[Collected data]
========================================

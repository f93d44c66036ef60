/** Either engine against the independent solutions of columns, row by row; each comparison is worked out once. */
import { complex } from '../numerics/complex.js';
import { minimumBetween } from '../numerics/golden-section.js';
import { splineSlopes } from '../numerics/spline.js';
import { arrayFigures } from '../physics/array/index.js';
import type { ColumnEngine } from '../physics/column/index.js';
import { once } from './check.js';
import { COLUMN_REFERENCES, type ColumnReference } from './column-references.js';
import { columnsProblem, type EngineName, prepare, rms, sheetFaces } from './engine-problems.js';
import { TWO_COLUMNS } from './patch-references.js';

const DEG = 180 / Math.PI;
const BAND = { low: 76e9, high: 80e9 };

/** Engine less reference at one frequency. */
export interface ColumnDifference {
  readonly fGHz: number;
  readonly s11: readonly [number, number];
  readonly reflection: number;
  /** Of the reference. */
  readonly reflectionDb: number;
  readonly directivityDb: number;
  readonly gainDb: number;
  readonly tiltDeg: number;
  readonly sidelobeDb: number;
  /** Of the engine, for rough less smooth. */
  readonly engineGainDbi: number;
  readonly referenceGainDbi: number;
}

export interface ColumnComparison {
  readonly reference: ColumnReference;
  readonly copper: 'smooth' | 'rough';
  readonly rows: readonly ColumnDifference[];
}

const engineOf = (engine: EngineName, reference: ColumnReference): (() => ColumnEngine) =>
  once(() => prepare(engine, columnsProblem(reference), BAND));

function compare(
  engine: () => ColumnEngine,
  reference: ColumnReference,
  copper: 'smooth' | 'rough',
  only?: readonly number[],
): ColumnComparison {
  const rows = reference.rows
    .filter((row) => row.copper === copper && (!only || only.includes(row.fGHz)))
    .map((row): ColumnDifference => {
      const frequency = row.fGHz * 1e9;
      const solution = engine().solve({ frequency, faces: sheetFaces(copper, frequency) });
      const figures = arrayFigures(solution, [complex(1)]);
      const s = figures.passiveReflection[0];
      const directivityDb = 10 * Math.log10(figures.directivity);
      const engineGainDbi = directivityDb + 10 * Math.log10(figures.radiationEfficiency);
      return {
        fGHz: row.fGHz,
        s11: [s.re, s.im],
        reflection: Math.hypot(s.re - row.s11[0], s.im - row.s11[1]),
        reflectionDb: 20 * Math.log10(Math.hypot(row.s11[0], row.s11[1])),
        directivityDb: directivityDb - row.directivityDbi,
        gainDb: engineGainDbi - row.gainDbi,
        tiltDeg: figures.elevation.beamDirection * DEG - row.tiltDeg,
        sidelobeDb: figures.elevation.sidelobeDb - row.sidelobeDb,
        engineGainDbi,
        referenceGainDbi: row.gainDbi,
      };
    });
  return { reference, copper, rows };
}

/** GHz at which the full wave is held to the references: enough to see match, slope and dip, few enough to build in seconds. */
const FULL_WAVE_GHZ: readonly (readonly [heightUm: number, copper: 'smooth' | 'rough', fGHz: readonly number[]])[] = [
  [127, 'smooth', [76, 78, 80]],
  [127, 'rough', [78]],
  [100, 'smooth', [77, 79]],
];

/** The network at every row of the references, the full wave at some. */
const comparisons = (engine: EngineName): (() => readonly ColumnComparison[]) =>
  once(() =>
    COLUMN_REFERENCES.flatMap((reference) => {
      const prepared = engineOf(engine, reference);
      if (engine === 'network')
        return (['smooth', 'rough'] as const).map((copper) => compare(prepared, reference, copper));
      return FULL_WAVE_GHZ.filter(([height]) => height === heightUm(reference)).map(([, copper, fGHz]) =>
        compare(prepared, reference, copper, fGHz),
      );
    }),
  );

export const heightUm = (reference: { readonly height: number }): number => Math.round(reference.height * 1e6);

export const columnComparisons: Readonly<Record<EngineName, () => readonly ColumnComparison[]>> = {
  network: comparisons('network'),
  'full wave': comparisons('full wave'),
};

/**
 * Frequency by which the reference must be moved to lie best on the engine's reflections, GHz: rms difference of complex
 * reflections against the reference's spline, within ±0.7 GHz.
 */
export function bestShift({ reference, rows }: ColumnComparison): number {
  const s = reference.smoothReflection;
  const f = Float64Array.from({ length: s.length / 2 }, (_, i) => 74 + i / 2);
  const parts = [0, 1].map((part) => {
    const value = Float64Array.from(f, (_, i) => s[2 * i + part]);
    return { value, slope: splineSlopes(f, value) };
  });
  const at = ({ value, slope }: (typeof parts)[number], fGHz: number): number => {
    const i = Math.min(f.length - 2, Math.floor((fGHz - f[0]) * 2));
    const h = 0.5;
    const t = (fGHz - f[i]) / h;
    return (
      (1 + 2 * t) * (1 - t) ** 2 * value[i] +
      t * (1 - t) ** 2 * h * slope[i] +
      t * t * (3 - 2 * t) * value[i + 1] +
      t * t * (t - 1) * h * slope[i + 1]
    );
  };
  const distance = (shift: number): number =>
    rms(rows.map((row) => Math.hypot(...parts.map((part, k) => at(part, row.fGHz - shift) - row.s11[k]))));
  // The best of a coarse scan first: the distance may have more than one valley.
  let best = 0;
  for (let shift = -0.7; shift <= 0.7; shift += 0.05) if (distance(shift) < distance(best)) best = shift;
  return minimumBetween(distance, best - 0.05, best + 0.05, 1e-3).x;
}

/** Engine less reference of the coupling of two columns side by side, dB, at some of the frequencies. */
export function couplingDifferences(engine: EngineName, fGHz: readonly number[]): number[] {
  const prepared = prepare(engine, columnsProblem(TWO_COLUMNS, 2, TWO_COLUMNS.pitchMm * 1e-3), BAND);
  return TWO_COLUMNS.rows
    .filter(([f]) => fGHz.includes(f))
    .map(([f, , , re, im]) => {
      const s = prepared.solve({ frequency: f * 1e9, faces: sheetFaces('smooth', f * 1e9) }).scattering[1][0];
      return 20 * Math.log10(Math.hypot(s.re, s.im) / Math.hypot(re, im));
    });
}

/** Engine less reference of the gain that rough copper costs, dB: one per frequency where both coppers were solved. */
export function roughGainDifferences(engine: EngineName): number[] {
  const all = columnComparisons[engine]();
  return all.flatMap((rough) => {
    if (rough.copper !== 'rough') return [];
    const smooth = all.find((c) => c.reference === rough.reference && c.copper === 'smooth');
    return rough.rows.flatMap((row) => {
      const other = smooth?.rows.find((r) => r.fGHz === row.fGHz);
      if (!other || other.reflectionDb >= -5) return [];
      return [row.engineGainDbi - other.engineGainDbi - (row.referenceGainDbi - other.referenceGainDbi)];
    });
  });
}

========================================

Across all the entries, count the lines that contain "once", and state nothing but the total.

**RESPONSE BOX:** 4